There has been a growing awareness of bias in machine learning and a proliferation of different notions of fairness. While formal definitions of fairness outline different ways fairness might be computed, some notions of fairness do not provide guidance on implementation of machine learning in practice. In juvenile justice settings in particular, computational solutions to fairness often lead to ethical quandaries.
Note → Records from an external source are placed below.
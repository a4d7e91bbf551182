// A value or a message saying what was wrong and what was expected. Used on
// paths where bad input is normal (files, configs, requests), so callers must
// look at the outcome instead of catching exceptions.
#pragma once

#include <string>
#include <utility>
#include <variant>

namespace tensile {

struct Error {
    std::string message;
};

template <class T>
class Result {
public:
    Result(T value) : state_(std::move(value)) {}         // NOLINT: implicit by design
    Result(Error error) : state_(std::move(error)) {}     // NOLINT: implicit by design

    [[nodiscard]] bool ok() const { return std::holds_alternative<T>(state_); }
    explicit operator bool() const { return ok(); }
    T& value() { return std::get<T>(state_); }
    const T& value() const { return std::get<T>(state_); }
    T& operator*() { return value(); }
    const T& operator*() const { return value(); }
    T* operator->() { return &value(); }
    const T* operator->() const { return &value(); }
    [[nodiscard]] const std::string& error() const { return std::get<Error>(state_).message; }

private:
    std::variant<T, Error> state_;
};

}  // namespace tensile
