@pytest.mark.skipif(not os.environ.get("TICKMARK_SYNC_TTY"),
                    reason="set TICKMARK_SYNC_TTY to a 16550-type serial port this test may "
                           "put in loopback (never one with anything attached)")
def test_sync_out_moves_a_real_line(server, tmp_path):
    """On a real UART (TICKMARK_SYNC_TTY, e.g. /dev/ttyS0 with nothing
    attached) in its internal loopback mode, DSR follows DTR (TIA-232 /
    16550 data sheet: loopback wires DTR to DSR, RTS to CTS). A thread polls
    TIOCMGET every ~0.2 ms on CLOCK_MONOTONIC, the clock tickmark-serial
    stamps with, and every DSR change it sees must be a recorded DTR edge
    within the polling gap. Not run by default: it drives a real port."""
    import fcntl
    import struct
    import termios
    dev = os.environ["TICKMARK_SYNC_TTY"]
    fd = os.open(dev, os.O_RDWR | os.O_NOCTTY | os.O_NONBLOCK)

    def bits():
        return struct.unpack("i", fcntl.ioctl(fd, termios.TIOCMGET, struct.pack("i", 0)))[0]

    fcntl.ioctl(fd, termios.TIOCMBIS, struct.pack("i", TIOCM_LOOP))
    seen, stop = [], threading.Event()

    def poll():
        prev = time.monotonic_ns()
        last = bits() & termios.TIOCM_DSR
        while not stop.is_set():
            before = time.monotonic_ns()
            now = bits() & termios.TIOCM_DSR
            if now != last:
                # The change happened after the previous read began and
                # before this one returned.
                seen.append((prev, time.monotonic_ns(), bool(now)))
                last = now
            prev = before
            time.sleep(0.0002)

    sid, admin = server.session(title="sync-hw")
    trainer = tmp_path / "trainer.token"
    trainer.write_text(server.token(sid, admin, "trainer", "hw") + "\n")
    os.chmod(trainer, 0o600)
    box_master, box_slave = pty.openpty()
    poller = threading.Thread(target=poll, daemon=True)
    poller.start()
    proc = subprocess.Popen(
        [os.path.join(BIN, "tickmark-serial"), "--server", server.address, "--token-file",
         str(trainer), "--port", os.ttyname(box_slave), "--profile", PROFILE, "--sync-out", "DTR",
         "--sync-port", dev, "--sync-interval", "0.1", "--sync-width", "20"],
        stdin=subprocess.DEVNULL, stdout=subprocess.DEVNULL, stderr=subprocess.PIPE, text=True)
    try:
        time.sleep(3)
    finally:
        proc.send_signal(signal.SIGINT)
        code = proc.wait(30)
        stop.set()
        poller.join(5)
        fcntl.ioctl(fd, termios.TIOCMBIC, struct.pack("i", TIOCM_LOOP))
        os.close(fd)
        os.close(box_master)
        os.close(box_slave)
    assert code == 0, proc.stderr.read()
    rows = rows_of(server, sid, tmp_path / "hw.csv")
    assert all(r["simulated"] == "0" and r["device"] == dev for r in rows)
    # Opening a tty asserts DTR and RTS (termios(3), HUPCL/open); the first
    # thing tickmark-serial does is release the line, unrecorded.
    if seen and not seen[0][2] and rows and rows[0]["level"] == "1":
        seen = seen[1:]
    assert len(rows) >= 20 and len(seen) == len(rows), (len(seen), len(rows))
    for (before, after, level), r in zip(seen, rows):
        assert level == (r["level"] == "1")
        edge = int(r["event_source_ns"])
        half = int(r["source_uncertainty_ns"])
        # Causality, no timing bound: the ioctl that made the edge overlaps
        # the interval between the read before and the read that saw it.
        assert edge - half <= after, (before, after, edge)
        assert edge + half >= before, (before, after, edge)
Achieving algorithmic fairness in a setting that has long roots in structural racism, with data that reflects those in-equalities, may not be possible. And with different racial groups experiencing different rates of key outcomes (like a new disposition) at markedly different rates, it is difficult for any machine learning model to produce similar accuracy, false positive rates, and false negative rates. These ideas are tested with data from a large, urban county in the Midwest United States to examine how different models and different cutoffs combine to show the possibilities and limits of achieving machine learning fairness in an applied justice setting.
应用司法环境下的机器学习公平性和准确性
人们越来越意识到机器学习中的偏见,不同的公平概念也在激增。虽然公平的正式定义概述了计算公平的不同方式,但一些公平的概念并没有为机器学习在实践中的实现提供指导。特别是在青少年司法环境中,公平的计算解决方案常常导致道德困境。在一个长期植根于结构性种族主义、数据反映不平等的环境中,实现算法公平可能是不可能的。由于不同的种族群体经历不同的关键结果(比如新的性格)的比率明显不同,任何机器学习模型都很难产生相似的准确性、假阳性率和假阴性率。这些想法用来自美国中西部一个大型城市县的数据进行了测试,以检查不同的模型和不同的截止值如何结合起来,以显示在应用司法环境中实现机器学习公平性的可能性和局限性。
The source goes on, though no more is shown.